** Opening Recorded data block **

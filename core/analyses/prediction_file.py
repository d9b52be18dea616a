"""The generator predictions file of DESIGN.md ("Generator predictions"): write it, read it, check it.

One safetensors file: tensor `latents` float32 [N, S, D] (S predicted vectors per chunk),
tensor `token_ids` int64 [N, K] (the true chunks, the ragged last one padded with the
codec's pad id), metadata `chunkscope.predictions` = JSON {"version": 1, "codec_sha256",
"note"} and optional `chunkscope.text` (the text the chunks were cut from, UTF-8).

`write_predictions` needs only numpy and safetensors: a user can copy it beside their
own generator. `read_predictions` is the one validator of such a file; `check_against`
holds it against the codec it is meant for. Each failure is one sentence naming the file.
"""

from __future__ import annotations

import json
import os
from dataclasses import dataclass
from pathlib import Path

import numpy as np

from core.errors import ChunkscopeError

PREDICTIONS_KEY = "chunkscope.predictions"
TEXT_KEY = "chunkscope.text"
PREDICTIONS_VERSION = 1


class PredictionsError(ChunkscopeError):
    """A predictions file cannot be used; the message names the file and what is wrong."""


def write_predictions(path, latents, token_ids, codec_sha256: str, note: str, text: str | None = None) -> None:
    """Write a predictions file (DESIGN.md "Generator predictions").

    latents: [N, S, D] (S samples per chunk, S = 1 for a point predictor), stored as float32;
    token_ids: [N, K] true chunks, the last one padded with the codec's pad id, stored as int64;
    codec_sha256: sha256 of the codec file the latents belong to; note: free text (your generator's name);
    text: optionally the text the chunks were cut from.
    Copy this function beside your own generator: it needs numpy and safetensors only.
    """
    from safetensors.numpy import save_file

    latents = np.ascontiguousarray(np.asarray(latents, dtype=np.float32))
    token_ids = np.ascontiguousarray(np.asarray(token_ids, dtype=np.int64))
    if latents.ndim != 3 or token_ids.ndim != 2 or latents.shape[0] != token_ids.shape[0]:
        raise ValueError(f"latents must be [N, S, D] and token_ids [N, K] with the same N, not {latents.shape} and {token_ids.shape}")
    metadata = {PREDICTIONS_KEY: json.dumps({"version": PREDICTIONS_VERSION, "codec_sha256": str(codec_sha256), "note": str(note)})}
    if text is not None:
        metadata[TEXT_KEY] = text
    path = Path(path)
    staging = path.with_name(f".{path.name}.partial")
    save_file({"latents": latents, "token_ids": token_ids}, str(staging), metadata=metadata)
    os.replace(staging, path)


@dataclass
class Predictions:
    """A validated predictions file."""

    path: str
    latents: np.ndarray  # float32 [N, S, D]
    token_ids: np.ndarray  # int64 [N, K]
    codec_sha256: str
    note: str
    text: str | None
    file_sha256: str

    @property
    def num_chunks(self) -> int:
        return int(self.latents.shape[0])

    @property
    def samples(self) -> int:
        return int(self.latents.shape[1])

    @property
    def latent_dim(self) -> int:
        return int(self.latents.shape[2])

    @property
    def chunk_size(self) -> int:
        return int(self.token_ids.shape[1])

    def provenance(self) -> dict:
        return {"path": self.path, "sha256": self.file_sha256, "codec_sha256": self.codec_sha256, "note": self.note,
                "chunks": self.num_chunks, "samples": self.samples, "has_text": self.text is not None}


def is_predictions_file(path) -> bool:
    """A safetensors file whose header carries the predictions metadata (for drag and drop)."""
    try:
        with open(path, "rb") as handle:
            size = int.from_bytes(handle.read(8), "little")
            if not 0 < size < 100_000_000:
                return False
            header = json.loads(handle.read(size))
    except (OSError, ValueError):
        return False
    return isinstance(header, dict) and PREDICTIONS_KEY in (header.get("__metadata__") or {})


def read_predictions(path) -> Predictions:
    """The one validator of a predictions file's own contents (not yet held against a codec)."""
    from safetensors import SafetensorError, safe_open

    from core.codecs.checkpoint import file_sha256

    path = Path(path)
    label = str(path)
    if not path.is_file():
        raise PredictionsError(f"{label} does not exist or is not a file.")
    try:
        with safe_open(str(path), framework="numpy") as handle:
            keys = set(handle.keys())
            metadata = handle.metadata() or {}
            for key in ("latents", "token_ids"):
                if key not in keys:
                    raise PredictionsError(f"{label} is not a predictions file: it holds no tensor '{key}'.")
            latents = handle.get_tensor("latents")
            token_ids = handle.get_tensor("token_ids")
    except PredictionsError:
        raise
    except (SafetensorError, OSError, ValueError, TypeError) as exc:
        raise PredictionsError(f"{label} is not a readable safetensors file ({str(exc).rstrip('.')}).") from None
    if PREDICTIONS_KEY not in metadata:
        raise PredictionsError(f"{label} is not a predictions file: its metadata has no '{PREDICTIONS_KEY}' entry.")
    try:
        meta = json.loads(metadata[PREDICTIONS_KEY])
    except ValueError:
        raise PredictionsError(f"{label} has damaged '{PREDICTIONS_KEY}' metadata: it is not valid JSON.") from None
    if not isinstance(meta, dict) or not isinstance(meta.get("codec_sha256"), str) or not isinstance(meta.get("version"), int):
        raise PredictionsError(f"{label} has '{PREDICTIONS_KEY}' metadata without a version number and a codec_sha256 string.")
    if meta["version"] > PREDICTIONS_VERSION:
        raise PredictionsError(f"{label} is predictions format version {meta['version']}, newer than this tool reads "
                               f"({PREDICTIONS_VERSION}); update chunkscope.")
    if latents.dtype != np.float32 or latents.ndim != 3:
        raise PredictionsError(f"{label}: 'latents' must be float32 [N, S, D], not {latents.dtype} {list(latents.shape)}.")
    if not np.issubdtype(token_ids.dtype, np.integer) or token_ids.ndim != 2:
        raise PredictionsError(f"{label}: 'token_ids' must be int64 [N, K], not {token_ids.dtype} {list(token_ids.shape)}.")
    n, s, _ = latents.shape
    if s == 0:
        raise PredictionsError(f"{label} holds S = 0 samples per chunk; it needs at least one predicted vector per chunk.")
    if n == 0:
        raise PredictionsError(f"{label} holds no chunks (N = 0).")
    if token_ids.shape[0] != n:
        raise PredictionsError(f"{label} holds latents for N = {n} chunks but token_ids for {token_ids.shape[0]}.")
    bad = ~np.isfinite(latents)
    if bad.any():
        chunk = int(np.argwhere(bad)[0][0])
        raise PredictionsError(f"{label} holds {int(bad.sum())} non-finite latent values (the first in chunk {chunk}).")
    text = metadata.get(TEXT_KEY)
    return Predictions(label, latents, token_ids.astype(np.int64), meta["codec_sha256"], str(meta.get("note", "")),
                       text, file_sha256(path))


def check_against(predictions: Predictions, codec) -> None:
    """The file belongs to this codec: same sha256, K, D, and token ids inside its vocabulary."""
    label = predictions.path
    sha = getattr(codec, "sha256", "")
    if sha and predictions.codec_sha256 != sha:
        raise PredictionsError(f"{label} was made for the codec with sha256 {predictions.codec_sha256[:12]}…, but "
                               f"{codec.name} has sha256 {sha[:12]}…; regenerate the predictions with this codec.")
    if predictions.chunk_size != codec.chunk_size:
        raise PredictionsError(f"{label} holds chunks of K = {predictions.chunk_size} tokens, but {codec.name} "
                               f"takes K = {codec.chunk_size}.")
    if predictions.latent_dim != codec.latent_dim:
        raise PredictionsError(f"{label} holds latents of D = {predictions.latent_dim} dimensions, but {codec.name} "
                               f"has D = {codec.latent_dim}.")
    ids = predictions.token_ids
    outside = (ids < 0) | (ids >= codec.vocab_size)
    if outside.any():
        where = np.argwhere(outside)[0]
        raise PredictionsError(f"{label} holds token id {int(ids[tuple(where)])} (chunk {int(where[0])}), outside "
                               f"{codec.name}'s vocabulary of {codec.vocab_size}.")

** Closing Recorded data block **

Of the entries listed above, reproduce only the lines starting at the line containing "repository d9b52be18dea616a" and ending at the line containing "import numpy as np". Include both, exactly as they stand.

repository d9b52be18dea616a
"""The generator predictions file of DESIGN.md ("Generator predictions"): write it, read it, check it.

One safetensors file: tensor `latents` float32 [N, S, D] (S predicted vectors per chunk),
tensor `token_ids` int64 [N, K] (the true chunks, the ragged last one padded with the
codec's pad id), metadata `chunkscope.predictions` = JSON {"version": 1, "codec_sha256",
"note"} and optional `chunkscope.text` (the text the chunks were cut from, UTF-8).

`write_predictions` needs only numpy and safetensors: a user can copy it beside their
own generator. `read_predictions` is the one validator of such a file; `check_against`
holds it against the codec it is meant for. Each failure is one sentence naming the file.
"""

from __future__ import annotations

import json
import os
from dataclasses import dataclass
from pathlib import Path

import numpy as np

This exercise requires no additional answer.